Only one number is wanted: the count of lines in the records below that hold the word "quoted".
*** Opening Material supplied ***
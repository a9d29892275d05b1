import { defineRule } from './rule';

// Structure: can the file be read as UTF-8 CSV with the expected columns at all?

export const STRUCTURE = {
  fileMissing: defineRule('structure', 'structure_file_missing', 'error', 'A batch lacks plots.csv or trees.csv.'),
  emptyFile: defineRule('structure', 'structure_empty_file', 'error', 'A file has no content at all (not even a header).'),
  noRows: defineRule('structure', 'structure_no_rows', 'error', 'plots.csv or trees.csv has a header row but no data rows.'),
  gzipCorrupt: defineRule('structure', 'structure_gzip_corrupt', 'error', 'A .gz file is damaged or cut short and cannot be decompressed.'),
  unpackedTooLarge: defineRule('structure', 'structure_unpacked_too_large', 'error', 'A .gz file expands to more than the configured cap (STEMWISE_MAX_UNPACKED_MB); reading stops there.'),
  encoding: defineRule('structure', 'structure_encoding', 'error', 'A file is not UTF-8 (Latin-1/Windows-1252 and UTF-16 are recognised and named).'),
  semicolonDelimited: defineRule('structure', 'structure_semicolon_delimited', 'error', 'Values are separated by semicolons but the upload did not say so (--delimiter \';\').'),
  lineTooLong: defineRule('structure', 'structure_line_too_long', 'error', 'A line is longer than 1 MB (usually a missing closing quote or a binary file); reading stops there.'),
  missingColumn: defineRule('structure', 'structure_missing_column', 'error', 'A required column is absent from the header.'),
  duplicateColumn: defineRule('structure', 'structure_duplicate_column', 'error', 'A column name appears twice in the header.'),
  unknownColumn: defineRule('structure', 'structure_unknown_column', 'warning', 'A header names a column the format does not know; it is kept in the file but ignored.'),
  raggedRow: defineRule('structure', 'structure_ragged_row', 'error', 'A row has more or fewer values than the header has columns.'),
  quotedNewline: defineRule('structure', 'structure_quoted_newline', 'error', 'A quoted value runs over a line break; no value of the format may contain one.'),
  badQuotes: defineRule('structure', 'structure_bad_quotes', 'error', 'A row has a quote that is not closed, or text right after a closing quote.'),
} as const;

export const structureMessages = {
  fileMissing: (file: string) => `${file} is missing; a batch needs plots.csv and trees.csv`,
  emptyFile: (file: string) => `${file} is empty; it needs a header row and at least one data row`,
  noRows: (file: string) => `${file} has a header but no data rows`,
  gzipCorrupt: (file: string, detail: string) => `${file} is not a readable gzip file (${detail}); compress it again or upload it uncompressed`,
  unpackedTooLarge: (file: string, maxBytes: number) =>
    `${file} expands to more than ${Math.round(maxBytes / 1024 ** 2)} MiB when decompressed (the cap set by STEMWISE_MAX_UNPACKED_MB); split it into smaller batches`,
  latin1: (byte: number) =>
    `byte 0x${byte.toString(16).toUpperCase().padStart(2, '0')} is not valid UTF-8; the file looks like Latin-1 (ISO-8859-1) or Windows-1252 — save it as UTF-8 and upload again`,
  utf16: () => 'the file is UTF-16 text; save it as UTF-8 (with or without BOM) and upload again',
  semicolon: () =>
    "values are separated by ';' instead of ','; upload again with --delimiter ';' (and --decimal-comma if numbers are written like 12,5)",
  lineTooLong: (maxBytes: number) => `this line is longer than ${Math.round(maxBytes / 1024)} KB (often an unclosed quote); reading of the file stopped here`,
  missingColumn: (column: string) => `the header has no column ${column}, which is required`,
  duplicateColumn: (column: string) => `the header names the column ${column} more than once`,
  unknownColumn: (column: string) => `the column ${JSON.stringify(column)} is not part of the format; it is ignored (check its spelling)`,
  raggedRow: (got: number, want: number) => `this row has ${got} values but the header has ${want} columns`,
  quotedNewline: (lines: number) => `a quoted value continues over ${lines} lines; values must stay on one line`,
  badQuotes: (detail: string) => `malformed quotes: ${detail}`,
};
*** Closing Material supplied ***
* Written answer *
2